Clifford isn’t dead.
It’s a mirror.
And we’re all staring into it.
Ryan Chandler
February 13, 2026 AT 19:04CLIFFORD.
Just… wow.
I read this entire thing and I felt something.
Not anger.
Not sadness.
Not even irony.
Just… awe.
Awe at how perfectly it represents the absurdity of crypto.
A token that never lived.
A project that never tried.
A community that never formed.
And yet-it’s still listed.
Still tracked.
Still… there.
Like a tombstone in a field no one visits.
It’s beautiful.
In the most tragic way possible.
Ajay Singh
February 13, 2026 AT 21:05Shruti Sharma
February 14, 2026 AT 11:04Brittany Novak
February 15, 2026 AT 20:26Clifford was never real.
It was a honeypot.
Designed to trap retail investors who don’t check contract addresses.
Every listing? Fake.
Every price? Manipulated.
Every ‘volume’? Wash trading from a single wallet.
And now?
It’s being used to validate other scams.
When someone says ‘it’s listed on Binance,’ they point to Clifford.
It’s a Trojan horse for trust.
They don’t need to pump it.
They just need it to exist.
So people believe.
And they get careless.
Clifford isn’t dead.
It’s a weapon.
Joshua Herder
February 16, 2026 AT 05:27Let me tell you something about Clifford.
It’s not just a dead coin.
It’s a philosophical statement.
It’s what happens when you remove intention from innovation.
When you build something because you can, not because you should.
When you assume that blockchain = value.
When you think that a contract address is a legacy.
Clifford didn’t fail because of bad code.
It failed because it was conceived in a vacuum.
No passion.
No pain.
No purpose.
It was born from a spreadsheet.
Not a dream.
And that’s why it died before it ever lived.
It’s not a lesson in crypto.
It’s a lesson in humanity.
What are we building?
And why?
Clifford doesn’t answer that.
It just… sits there.
Waiting.
For someone to ask.
Udit Pandey
February 16, 2026 AT 21:50As an Indian investor, I must say this is a textbook example of how not to approach decentralized finance.
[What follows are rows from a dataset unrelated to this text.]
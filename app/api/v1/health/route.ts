import { databaseAnswers } from "@/db/queries/health";
import { json, jsonError } from "@/lib/server/api";

/**
 * GET /api/v1/health, for a load balancer or an uptime monitor: 200 when this server worker is up
 * and its database answers, 503 otherwise. No session needed; it says nothing about any record.
 */
export async function GET(): Promise<Response> {
  if (await databaseAnswers()) return json({ status: "ok" });
  return jsonError(503, "unavailable", "The database does not answer; saved work is not reachable until it does.");
}
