import Decimal from "decimal.js";

/** "$1,250,000.00" from a decimal string or Decimal, with no float on the way. */
export function formatMoney(value: Decimal.Value | null | undefined, opts: { cents?: boolean } = {}): string {
  if (value == null || value === "") return "—";
  const d = new Decimal(value);
  const fixed = d.abs().toFixed(opts.cents === false ? 0 : 2, Decimal.ROUND_HALF_UP);
  const [whole, frac] = fixed.split(".");
  const grouped = whole!.replace(/\B(?=(\d{3})+(?!\d))/g, ",");
  return `${d.isNegative() && !d.isZero() ? "−" : ""}$${grouped}${frac ? `.${frac}` : ""}`;
}
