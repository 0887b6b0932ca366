/**
 * A share typed either as a fraction ("0.565") or as the percentage the page shows ("56.5%", "56.5 %"):
 * wherever a rate is shown as a percentage, a person may type it as one. Returns the text unchanged when
 * it is not a percentage, so the field's own number check still answers.
 */
export function percentToShare(value: unknown): unknown {
  if (typeof value !== "string") return value;
  const m = /^\s*([+-]?(?:\d+(?:\.\d*)?|\.\d+))\s*%\s*$/.exec(value);
  if (!m) return value;
  // Decimal string arithmetic by shifting the point two places: no float rounding ("56.5%" is exactly 0.565).
  const [whole, frac = ""] = m[1]!.replace(/^\+/, "").split(".");
  const negative = whole!.startsWith("-");
  const digits = (negative ? whole!.slice(1) : whole!).padStart(3, "0");
  const shifted = `${digits.slice(0, -2)}.${digits.slice(-2)}${frac}`.replace(/^0+(?=\d)/, "").replace(/\.?0+$/, "");
  return `${negative ? "-" : ""}${shifted === "" ? "0" : shifted}`;
}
Clifford’s collapse is not merely technical-it is moral.
When a project lacks transparency, accountability, and community, it ceases to be financial innovation.
It becomes exploitation.
And yet, we still see retail investors chasing such tokens in India, lured by false promises of ‘next Shiba Inu.’
There is no merit in speculation without substance.
There is no honor in gambling on ghosts.
The global crypto community must enforce ethical standards-not just technical ones.
Clifford is not an anomaly.
It is a symptom.
And we must treat the disease before more die.